The first script is used to test whether our temporal replicates had similar community structure using cover values from panels photographed at the same time point. The script exports Appendix 2: Figure S6.
- 01_mixture_coverage_analysis.R
The second script analyses the environmental heterogeneity within clusters to test whether our a priori designations of clusters as heterogeneous and homogeneous based on geographic data are still valid once we use other, measured environmental variables such as temperature, salinity and water movement. The script exports Appendix 2: Figure S.
- 02_environmental_variation_analysis.R
In addition, the script outputs a file to the results folder that contains the multivariate dispersion data:
- results/benthic_env_dispersion.rds
The next five scripts with the prefix 03 are scripts that we used to model the missing monocultures for the five OTUs: sp A: Barn, sp B: Bryo, sp C: Asci, sp D: Hydro and sp E: Ciona. Note that these names do not directly correspond to the names in the script. This is because we renamed 'Bumpi' to 'Asci' and 'Seasq' to 'Ciona' in the manuscript for clarity.
These scripts perform model selection using PSIS. The posterior distribution of the best model and the model object are saved in the results folder as:
- results/SP_X_monoculture_posterior.rds
- results/SP_X_model_object.rds
In addition, a plot of predicted versus observed data are outputted to later combine:
- results/SP_X_monoculture_plot.rds
The next uses the best models that were exported previously to impute the missing monocultures for each species. This script exports Appendix 1: Figures S6 and S7.
- 03_get_monoculture_predictions.R
In addition, the script outputs two data tiles that are used to subsequently calculate the BEF effects into the results folder:
- results/benthic_BEF_data.rds
- results/benthic_start_RA.rds
Next, we used a script that takes the data with monoculture imputations and samples from the Dirichlet distribution and calculates Isbell et al.'s (2018) biodiversity effects. This script is computationally intensive and was run on a computer cluster (Albiorix: http://mtop.github.io/albiorix/).

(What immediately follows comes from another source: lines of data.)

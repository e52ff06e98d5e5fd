import { partListSchema, partSchema, type PartContent } from '@/shared/api/parts';
import { STARTER_PARTS } from '@/shared/layout/starter-parts';
import { buildMember, buildPart, buildTeam } from '../../support/factories';
import { startTestServer, type TestAgent, type TestServer } from '../../support/test-server';
import { WHIP } from '../../support/van-roof';

let server: TestServer;
beforeAll(async () => {
  server = await startTestServer();
});
afterAll(() => server.stop());

const RADIO = STARTER_PARTS.radios[0]!;

function antenna(overrides: object = {}): PartContent {
  return { kind: 'antenna', antenna: { ...WHIP, ...overrides } };
}

function radio(overrides: object = {}): PartContent {
  return { kind: 'radio', radio: { ...RADIO, ...overrides } };
}

function element(overrides: object) {
  return antenna({ elements: [{ ...WHIP.elements[0], ...overrides }] });
}

async function buildWorkshop() {
  const team = await buildTeam();
  return { team, agent: await server.signIn(await buildMember(['integrator'], { team })) };
}

async function listNames(agent: TestAgent, query: Record<string, string> = {}): Promise<string[]> {
  const response = await agent.get('/api/parts').query(query);
  expect(response.status).toBe(200);
  return partListSchema.parse(response.body).items.map(({ name }) => name);
}

test.each([
  ...STARTER_PARTS.antennas.map(
    (part) => [part.name, { kind: 'antenna', antenna: part } as PartContent] as const,
  ),
  ...STARTER_PARTS.radios.map((part) => [part.name, { kind: 'radio', radio: part } as PartContent] as const),
])('%s is put on the shelf and comes back as it was entered', async (name, content) => {
  const { agent } = await buildWorkshop();
  const created = await agent.post('/api/parts').send({ content });
  expect(created.status).toBe(201);
  const part = partSchema.parse((await agent.get(`/api/parts/${created.body.id}`)).body);
  expect(part).toMatchObject({ name, content, archived: false, abilities: { edit: true } });
});

test('a part is changed, put away and taken back', async () => {
  const { team, agent } = await buildWorkshop();
  const part = await buildPart(team);
  const address = `/api/parts/${part.id}`;
  const changed = await agent.put(address).send({ content: radio({ name: '<b>Radio</b>', power: 10 }) });
  expect(partSchema.parse(changed.body)).toMatchObject({
    id: part.id,
    name: '<b>Radio</b>',
    content: { kind: 'radio', radio: { name: '<b>Radio</b>', power: 10 } },
  });
  expect((await agent.patch(address).send({ archived: true })).body.archived).toBe(true);
  expect(await listNames(agent)).toEqual([]);
  expect(await listNames(agent, { archived: 'true' })).toEqual(['<b>Radio</b>']);
  expect((await agent.patch(address).send({ archived: false })).body.archived).toBe(false);
  expect(await listNames(agent)).toEqual(['<b>Radio</b>']);
});

test('a copy is a part of its own with a name that tells it from the first', async () => {
  const { team, agent } = await buildWorkshop();
  const part = await buildPart(team, antenna({ name: 'Whip' }));
  const copied = partSchema.parse((await agent.post(`/api/parts/${part.id}/copy`)).body);
  expect(copied.id).not.toBe(part.id);
  expect(copied).toMatchObject({ name: 'Whip (copy)', content: antenna({ name: 'Whip (copy)' }) });
  await agent.put(`/api/parts/${copied.id}`).send({ content: antenna({ name: 'Longer whip' }) });
  expect(await listNames(agent)).toEqual(['Longer whip', 'Whip']);
});

test('the name of a copy stays within its length and keeps characters whole', async () => {
  const { team, agent } = await buildWorkshop();
  // The hundred and thirteenth unit is the first half of a character.
  const part = await buildPart(team, antenna({ name: `${'n'.repeat(112)}\u{1F4E1}\u{1F4E1}xxxx` }));
  const response = await agent.post(`/api/parts/${part.id}/copy`);
  expect(response.status).toBe(201);
  const read = partSchema.parse((await agent.get(`/api/parts/${response.body.id}`)).body);
  expect(read.name).toBe(`${'n'.repeat(112)} (copy)`);
  expect(read.content).toEqual(antenna({ name: read.name }));
});

test('the shelf is listed by name, in pages, by kind and by what is searched', async () => {
  const { team, agent } = await buildWorkshop();
  // The longest names in their longest encoding still fit into a cursor.
  const names = [
    `${'\u4e2d'.repeat(119)}A`,
    `${'\u4e2d'.repeat(119)}B`,
    '100% whip',
    'Whip_1',
    'whip_1',
    '"'.repeat(120),
  ];
  for (const name of names) await buildPart(team, antenna({ name }));
  await buildPart(team, radio({ name: 'Radio' }));
  const seen: string[] = [];
  let cursor: string | null = null;
  do {
    const query = { kind: 'antenna', limit: '1', ...(cursor === null ? {} : { cursor }) };
    const response = await agent.get('/api/parts').query(query);
    expect(response.status).toBe(200);
    const page = partListSchema.parse(response.body);
    seen.push(...page.items.map(({ name }) => name));
    cursor = page.next;
  } while (cursor !== null && seen.length < 20);
  expect([...seen].sort()).toEqual([...names].sort());
  expect(await listNames(agent, { kind: 'radio' })).toEqual(['Radio']);
  expect(await listNames(agent, { search: '0%' })).toEqual(['100% whip']);
  expect((await listNames(agent, { search: 'p_1' })).sort()).toEqual(['Whip_1', 'whip_1']);
});

test.each([
  ['no content', undefined, 'content'],
  ['a part of an unknown kind', { kind: 'feeder' }, 'content.kind'],
  ['an antenna without elements', antenna({ elements: [] }), 'content.antenna.elements'],
  ['a whip of no length', element({ length: 0 }), 'content.antenna.elements.0.length'],
  ['a whip of negative length', element({ length: -0.5 }), 'content.antenna.elements.0.length'],
  ['a length in words', element({ length: '46 cm' }), 'content.antenna.elements.0.length'],
  ['an element of an unknown kind', element({ kind: 'coil' }), 'content.antenna.elements.0.kind'],
  ['an unknown field', element({ colour: 'red' }), 'content.antenna.elements.0.colour'],
  ['an empty name', antenna({ name: ' ' }), 'content.antenna.name'],
  ['a radio with a negative power', radio({ power: -1 }), 'content.radio.power'],
  [
    'a band from high to low',
    radio({ receiveBands: [{ from: 2e8, to: 1e8 }] }),
    'content.radio.receiveBands.0.to',
  ],
  ['a radio with an identifier of its own', radio({ id: 'x' }), 'content.radio.id'],
])('%s is refused with its path', async (_case, content, path) => {
  const { team, agent } = await buildWorkshop();
  const part = await buildPart(team);
  for (const response of [
    await agent.post('/api/parts').send({ content }),
    await agent.put(`/api/parts/${part.id}`).send({ content }),
  ]) {
    expect([response.status, response.body.code]).toEqual([400, 'invalid']);
    expect(response.body.problems.map((problem: { path: string }) => problem.path)).toContain(path);
  }
  expect(await listNames(agent)).toEqual([WHIP.name]);
});

test('putting away something that is no answer is refused', async () => {
  const { team, agent } = await buildWorkshop();
  const part = await buildPart(team);
  const response = await agent.patch(`/api/parts/${part.id}`).send({ archived: 'yes' });
  expect([response.status, response.body.problems[0].path]).toEqual([400, 'archived']);
});

test('a reviewer sees the shelf without being offered to change it', async () => {
  const { team } = await buildWorkshop();
  await buildPart(team);
  const agent = await server.signIn(await buildMember(['reviewer'], { team }));
  const { items } = partListSchema.parse((await agent.get('/api/parts')).body);
  expect(items.map(({ abilities }) => abilities)).toEqual([{ edit: false }]);
});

- 05_calculate_BEF_effects.R
We then used a powershell script to export the BEF effects to our local computer:
- 06_benthic_analysis_export.ps1
The outputted data file was then saved into the results folder:
- benthic_BEF_effects.rds
The next script then analyses the BEF effects that we calculated and plots Figure 6 and Figure 7 from the main text:
- 07_analyse_BEF_effects.R
We use the next script to plot the raw biomass data of mixtures and monocultures for the benthic community data: Appendix 1: Figure S8.
- 08_plot_raw_data.R
Finally, we plot the fit of the models that we used to impute the missing monocultures: Appendix 1: Figure S5.

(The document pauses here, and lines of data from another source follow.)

import type { RevokedRoom } from '@/server/auth/socket-revocation';
import { AuditEntry } from '@/server/models/audit-entry';
import { Person } from '@/server/models/person';
import { SessionRecord } from '@/server/models/session-record';
import { sessionSchema } from '@/shared/api/session';
import { buildMember, buildPerson, buildTeam, TEST_PASSWORD } from '../../support/factories';
import { startTestServer, type TestServer } from '../../support/test-server';

let server: TestServer;
beforeAll(async () => {
  server = await startTestServer();
});
afterAll(() => server.stop());

function watchRevocations(): { readonly rooms: RevokedRoom[]; stop: () => void } {
  const rooms: RevokedRoom[] = [];
  return { rooms, stop: server.services.revocation.onRevoke((room) => rooms.push(room)) };
}

describe('signing in', () => {
  test('answers with the person, the member, the team and what they may do', async () => {
    const member = await buildMember(['integrator', 'approver']);
    const agent = server.visitor();
    const person = await Person.findByPk(member.personId, { rejectOnEmpty: true });
    const response = await agent
      .post('/api/session')
      .send({ email: `  ${person.email.toUpperCase()} `, password: TEST_PASSWORD });
    expect(response.status).toBe(200);
    const session = sessionSchema.parse(response.body);
    expect(session.member.roles).toEqual(['integrator', 'approver']);
    expect(session.abilities).toEqual({
      seeJobs: true,
      createJob: true,
      editParts: true,
      administer: false,
      seeMails: false,
    });
    expect((await agent.get('/api/session')).body).toEqual(response.body);
  });

  test('sets a cookie that scripts and other sites do not get', async () => {
    const person = await buildPerson();
    await buildMember(['reviewer'], { person });
    const response = await server
      .visitor()
      .post('/api/session')
      .send({ email: person.email, password: TEST_PASSWORD });
    const cookie = String(response.headers['set-cookie']);
    expect(cookie).toMatch(/HttpOnly/i);
    expect(cookie).toMatch(/SameSite=Lax/i);
  });

  test('gives the session a new identifier and ends the former one', async () => {
    const person = await buildPerson();
    await buildMember(['reviewer'], { person });
    const agent = server.visitor();
    const signIn = () => agent.post('/api/session').send({ email: person.email, password: TEST_PASSWORD });
    const first = String((await signIn()).headers['set-cookie']).split(';')[0] ?? '';
    const second = String((await signIn()).headers['set-cookie']).split(';')[0] ?? '';
    expect(second).not.toBe(first);
    expect((await server.visitor().get('/api/session').set('Cookie', first)).status).toBe(401);
  });

  test.each([
    ['a wrong password', { password: 'another password entirely' }],
    ['an unknown address', { email: 'nobody@example.com' }],
  ])('is refused the same way for %s', async (_case, change) => {
    const person = await buildPerson();
    await buildMember(['reviewer'], { person });
    const response = await server
      .visitor()
      .post('/api/session')
      .send({ email: person.email, password: TEST_PASSWORD, ...change });
    expect(response.status).toBe(401);
    expect(response.body.code).toBe('wrong-credentials');
  });

  test.each([
    ['nothing', {}, ['email', 'password']],
    ['no address', { email: 'no address', password: 'x' }, ['email']],
    ['a list for a password', { email: 'a@example.com', password: ['x'] }, ['password']],
    ['an unknown key', { email: 'a@example.com', password: 'x', admin: true }, ['admin']],
  ])('names every problem with its path: %s', async (_case, body, paths) => {
    const response = await server.visitor().post('/api/session').send(body);
    expect(response.status).toBe(400);
    expect(response.headers['content-type']).toMatch('application/problem+json');
    expect(response.body.problems.map((problem: { path: string }) => problem.path)).toEqual(paths);
  });

  test('is refused to somebody whose last membership was ended', async () => {
    const person = await buildPerson();
    await buildMember(['administrator'], { person, deactivatedAt: new Date() });
    const response = await server
      .visitor()
      .post('/api/session')
      .send({ email: person.email, password: TEST_PASSWORD });
    expect(response.status).toBe(403);
    expect(response.headers['set-cookie']).toBeUndefined();
  });

  test('is written to the audit, refused or not, without the password', async () => {
    const person = await buildPerson();
    await buildMember(['reviewer'], { person });
    await server
      .visitor()
      .post('/api/session')
      .send({ email: person.email, password: 'wrong and secret words' });
    await server.visitor().post('/api/session').send({ email: person.email, password: TEST_PASSWORD });
    const entries = await AuditEntry.findAll({ order: [['id', 'DESC']], limit: 2 });
    expect(entries.map((entry) => entry.action)).toEqual(['signed-in', 'sign-in-refused']);
    expect(JSON.stringify([entries, server.logLines])).not.toContain('wrong and secret words');
  });
});

describe('a session', () => {
  test('is needed', async () => {
    const response = await server.visitor().get('/api/session');
    expect(response.status).toBe(401);
    expect(response.body.code).toBe('not-signed-in');
  });

  test.each(['elbowroom.sid=garbage', 'elbowroom.sid=s%3Aabc.def', 'elbowroom.sid=%E0%A4%A', '=;;=%%%'])(
    'is not made of the cookie %s',
    async (cookie) => {
      const response = await server.visitor().get('/api/session').set('Cookie', cookie);
      expect(response.status).toBe(401);
    },
  );

  test('ends on signing out, with its sockets', async () => {
    const member = await buildMember(['reviewer']);
    const agent = await server.signIn(member);
    const record = await SessionRecord.findOne({ where: { personId: member.personId }, rejectOnEmpty: true });
    const watch = watchRevocations();
    expect((await agent.delete('/api/session')).status).toBe(204);
    watch.stop();
    expect((await agent.get('/api/session')).status).toBe(401);
    expect(watch.rooms).toContain(`session:${record.sid}`);
    expect(await SessionRecord.count({ where: { personId: member.personId } })).toBe(0);
  });

  test('signing out without one is no error', async () => {
    expect((await server.visitor().delete('/api/session')).status).toBe(204);
  });

  test('ends everywhere at once, in every team', async () => {
    const person = await buildPerson();
    const here = await buildMember(['reviewer'], { person });
    const there = await buildMember(['installer'], { person });
    const phone = await server.signIn(here);
    const desktop = await server.signIn(here);
    const watch = watchRevocations();
    expect((await desktop.delete('/api/sessions')).status).toBe(204);
    watch.stop();
    expect((await phone.get('/api/session')).status).toBe(401);
    expect((await desktop.get('/api/session')).status).toBe(401);
    expect(watch.rooms).toEqual(expect.arrayContaining([`member:${here.id}`, `member:${there.id}`]));
  });

  test('signing out everywhere needs one', async () => {
    expect((await server.visitor().delete('/api/sessions')).status).toBe(401);
  });
});

describe('the current team', () => {
  test('is switched among the teams of the person', async () => {
    const person = await buildPerson();
    const first = await buildMember(['reviewer'], { person, team: await buildTeam({ name: 'A first' }) });
    const second = await buildMember(['administrator'], {
      person,
      team: await buildTeam({ name: 'B second' }),
    });
    const agent = await server.signIn(first);
    const response = await agent.patch('/api/session').send({ teamId: second.teamId });
    expect(response.status).toBe(200);
    expect((await agent.get('/api/session')).body.team.id).toBe(second.teamId);
    expect(response.body.teams.map((team: { name: string }) => team.name)).toEqual(['A first', 'B second']);
  });

  test('is not switched to another one', async () => {
    const agent = await server.signIn(await buildMember(['reviewer']));
    const other = await buildTeam();
    expect((await agent.patch('/api/session').send({ teamId: other.id })).status).toBe(404);
    expect((await agent.patch('/api/session').send({ teamId: 'x' })).status).toBe(400);
    expect((await server.visitor().patch('/api/session').send({ teamId: other.id })).status).toBe(401);
  });
});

- 09_plot_monoculture_model_fits.R
This project uses the renv R-package for package management. The .lock file contains all relevant information on the packages and the versions of those packages that were used in this project. To reproduce this analysis, users should install the renv R package:
install.packages("renv") Then run the following code in the console:
renv::restore() This will create a local copy of all relevant package versions that were used to perform these analyses.
Importantly, we were unable to add the rethinking package to the .lock file. Some models depend on this package. Users that would like to reproduce the results should consult the following link for download instructions (https://github.com/rmcelreath/rethinking).
This file contains information about the licence under which this repository is published.